Required qualifications

  • 8+ years of cybersecurity, GRC, IT audit, compliance, security consulting, or related experience.
  • Direct hands-on experience supporting PCI DSS assessments.
  • Direct experience with PCI DSS SAQ D; Service Provider experience is strongly preferred.
  • Experience with SaaS, cloud-hosted, fintech, payment, or payment-adjacent environments.
  • Working knowledge of ASV scanning, internal vulnerability scanning, penetration testing evidence, vulnerability remediation, IAM/MFA, encryption, logging, monitoring, FIM, change control, and secure development requirements.
  • Ability to translate PCI requirements into practical tasks for engineering, IT, security, and business stakeholders.
  • Strong written communication skills and ability to produce audit-ready summaries and responses.
  • Ability to work through ambiguity and distinguish sufficient evidence from weak or incomplete evidence.

Nice to have

  • Prior QSA, ISA, or QSA-firm experience.
  • PCI DSS v4.x experience.
  • CISA, CISSP, CISM, Security+, or equivalent certification.
  • Experience with Drata, Vanta, Secureframe, Hyperproof, Jira, Confluence, AWS, Azure, GCP, or similar platforms.
  • SOC 2 familiarity, especially where controls overlap with PCI DSS.

Expected deliverables

  • PCI DSS SAQ D evidence and gap tracker inputs.
  • PCI scope notes, assumptions, and issue summaries.
  • ASV and internal vulnerability scan evidence checklists.
  • Penetration testing evidence checklist and report sufficiency review notes.
  • PCI remediation tracker updates and risk summaries.
  • PCI auditor/requesting-entity response drafts.
  • PCI quarterly and annual compliance calendar inputs.

Operating style required

This role requires a senior operator who can own the PCI lane in a fractional capacity.
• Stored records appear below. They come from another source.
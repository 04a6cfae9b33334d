/**
 * The shape of a row id (a UUID as PostgreSQL writes it, any case). Checked before a lookup so a
 * malformed id reads as "not found", never as a database error.
 */
const UUID = /^[0-9a-f]{8}-[0-9a-f]{4}-[0-9a-f]{4}-[0-9a-f]{4}-[0-9a-f]{12}$/i;

export function isUuid(text: string): boolean {
  return UUID.test(text);
}
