/** The register pitch-side kept, read off a plan's roster changes. */
import { describe, expect, it } from 'vitest';
import { attendanceFromPlan, leftEarlyIds } from './attendance';

describe('attendanceFromPlan', () => {
  it('leaves out a player taken off before the start, and one who came back is on time', () => {
    const plan = {
      request: { players: [{ id: 'ana' }, { id: 'cai' }], minutes: 30 },
      rosterChanges: [
        { fromMinute: 0, added: [], removed: ['ben'] },
        { fromMinute: 5, added: [], removed: ['cai'] },
        { fromMinute: 9, added: ['cai'], removed: [] },
      ],
    };
    expect(attendanceFromPlan(plan)).toEqual([{ playerId: 'ana' }, { playerId: 'cai' }]);
    expect(leftEarlyIds(plan).size).toBe(0);
  });
});
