/** The timed plan Conewise proposes. Produced by engine/, stored by server/, drawn by src/. */
import type { Equipment, Focus, PlanRequest } from './plan-request';

/**
 * The plan's `activityKind` contract: what a station (or, for `break`, a whole phase) is. Each
 * kind has one module in `engine/kinds/` that owns its roles, markings, start positions, kit,
 * touches, waiting and area steps.
 */
export const ACTIVITY_KINDS = [
  'ball-mastery',
  'tag-game',
  'duel',
  'receiving-turning',
  'passing-pattern',
  'passing-finishing',
  'shooting-game',
  'keep-ball',
  'directional-possession',
  'transition',
  'small-sided-game',
  'goalkeeping',
  'speed',
  'movement-prep',
  'cool-down',
  'break',
] as const;
export type ActivityKind = (typeof ACTIVITY_KINDS)[number];

/** Kinds played at stations: every kind but the drinks break, which is a phase of its own. */
export type StationKind = Exclude<ActivityKind, 'break'>;
export const STATION_KINDS = ACTIVITY_KINDS.filter((k): k is StationKind => k !== 'break');

/** Game-like kinds: two sides, `roles.teams` set, goalkeepers listed in `roles.goalkeeper`. */
export const GAME_LIKE_KINDS: readonly StationKind[] = [
  'small-sided-game',
  'duel',
  'directional-possession',
  'transition',
];

export interface Point {
  x: number;
  y: number;
}

export interface Area {
  width: number;
  length: number;
}

export interface StationRoles {
  attackers?: string[];
  defenders?: string[];
  /** Who is in goal (only where a real goal stands). */
  goalkeeper?: string[];
  /** The two sides of a game-like station, goalkeepers included: side A wears bibs. */
  teams?: [string[], string[]];
  /** Players who feed the ball (to a goalkeeper, a receiver, a shooter) and rotate in. */
  servers?: string[];
  /** Players who play for whichever side has the ball. */
  neutrals?: string[];
  /** Order in which players take turns or swap roles. */
  rotation?: string[];
}

export interface GoalPlacement extends Point {
  /** Which way the goal mouth faces, in degrees: 0 = along +y. */
  facing: number;
  kind: 'goal' | 'gate';
}

/** A marked zone inside a station (end zone, safe corner, lane), in the space's coordinates. */
export interface Zone extends Point, Area {
  label: string;
}

/** A marked line (start line, halfway), in the space's coordinates. */
export interface MarkedLine {
  from: Point;
  to: Point;
  label?: string;
}

export const POSITION_ROLES = [
  'player',
  'attacker',
  'defender',
  'goalkeeper',
  'team-a',
  'team-b',
  'server',
  'neutral',
  'coach',
] as const;
/** How a start position is drawn: the legend of the plan page and the printed card. */
export type PositionRole = (typeof POSITION_ROLES)[number];

/** Where one player (or a joining coach, id `coach`) stands at the start, in the space's coordinates. */
export interface StartPosition extends Point {
  id: string;
  role: PositionRole;
}

export interface Station {
  id: string;
  activityId: string;
  activityKind: StationKind;
  /** A short name of our own for the activity, shown on cards. */
  title: string;
  playerIds: string[];
  /** 1 when an adult joins the group to make numbers work or to serve a goalkeeper. */
  coachJoins: 0 | 1;
  roles: StationRoles;
  /** The station's numbers in a coach's shorthand: "4v1", "3v3 + keepers", "1v1 in 3 lanes". */
  format?: string;
  area: Area;
  /** Metres from the space's origin corner to the station's nearest corner. */
  position: Point;
  equipment: Equipment;
  /** Cone positions in metres, in the space's coordinates. */
  conePositions: Point[];
  /** Goals or cone gates in the space's coordinates. */
  goalPositions?: GoalPlacement[];
  zones?: Zone[];
  lines?: MarkedLine[];
  /** Where everyone starts; the plan page and the printed card draw these. */
  positions: StartPosition[];
  progressions: { easier: string[]; harder: string[] };
  coachingPoints: string[];
  /** What the players do, in a sentence or two. */
  description: string;
  /** Players who cannot be active at once, given the places and the balls (0 is the aim). */
  waiting?: number;
  /** Things to know for this station on the day: markers to use instead, who plays out and why. */
  notes?: string[];
}

/** Putting out and lifting kit between two phases. */
export interface Changeover {
  conesPlaced: number;
  conesLifted: number;
  goalsMoved: number;
  /** Minutes set aside for it at the start of the phase (0 when done during a drinks break). */
  minutes: number;
}

export interface Phase {
  name: string;
  activityId: string;
  /** The phase's main kind; `break` phases have no stations. */
  activityKind: ActivityKind;
  startMinute: number;
  endMinute: number;
  stations: Station[];
  /** Relative intensity 1 (gentle) … 5 (match pace). */
  intensity?: number;
  /** The part of the session it fills: warm-up, technical, opposed, game, cool-down… */
  slot?: string;
  /** Set-up work before this phase can start. */
  changeover?: Changeover;
}

export interface Notice {
  code: string;
  message: string;
  source?: string;
}

export interface TraceEntry {
  ruleId: string;
  description?: string;
  fired: boolean;
  /** What the rule changed, in words a head of coaching reads. */
  effect?: string;
}

/** Children per adult against the recommended ratio, and the station limit it gives. */
export interface Supervision {
  children: number;
  adults: number;
  /** Adults the ratio calls for; absent for adult teams. */
  recommendedAdults?: number;
  /** The ratio applied, as "1:8". */
  ratio?: string;
  /** Most stations running at once (stations per adult × adults, at least one adult's worth). */
  maxStations: number;
  source?: string;
}

export interface Plan {
  request: PlanRequest;
  phases: Phase[];
  equipmentNeeded: Equipment;
  equipmentAvailable: Equipment;
  /** Estimated touches per player id over the whole plan (an estimate from per-activity rates). */
  touches: Record<string, number>;
  /** Share (0–1) of player-minutes on the ball or in play. */
  activeShare: number;
  warnings: Notice[];
  cautions: Notice[];
  trace: TraceEntry[];
  ruleSet: { id: string; version: number };
  seed: string;
  /** Says that touches and activeShare are estimates from the rule set's per-activity rates. */
  estimateNote?: string;
  /** Activities the club rules ruled out for this request, and why (for the swap menu). */
  forbiddenActivities?: ForbiddenActivity[];
  /** Pitch-side arrivals and departures; phases that ended before a change keep the old roster. */
  rosterChanges?: RosterChangeRecord[];
  /** The training session's theme (its first focus, or one chosen for variety). */
  theme?: Focus;
  supervision?: Supervision;
}

export interface RosterChangeRecord {
  fromMinute: number;
  added: string[];
  removed: string[];
}

export interface ForbiddenActivity {
  kind?: ActivityKind;
  activityId?: string;
  reason: string;
}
The contractor must communicate clearly, document next actions, identify blockers early, and coordinate through the project manager. This is not a casual side task. Responsiveness, ownership, and clean written work product are required.

FYI's Benefits/Incentives: What is in it for you?

  • Opportunity to work a hybrid work schedule
  • A knowledgeable, high-achieving, diverse, experienced, and fun team.
  • The chance to be part of a rapidly growing company and the next success story.
  • A competitive base salary with a loaded benefits package plus 401K.
  • Tuition/education assistance, personal computer allowance, pet insurance.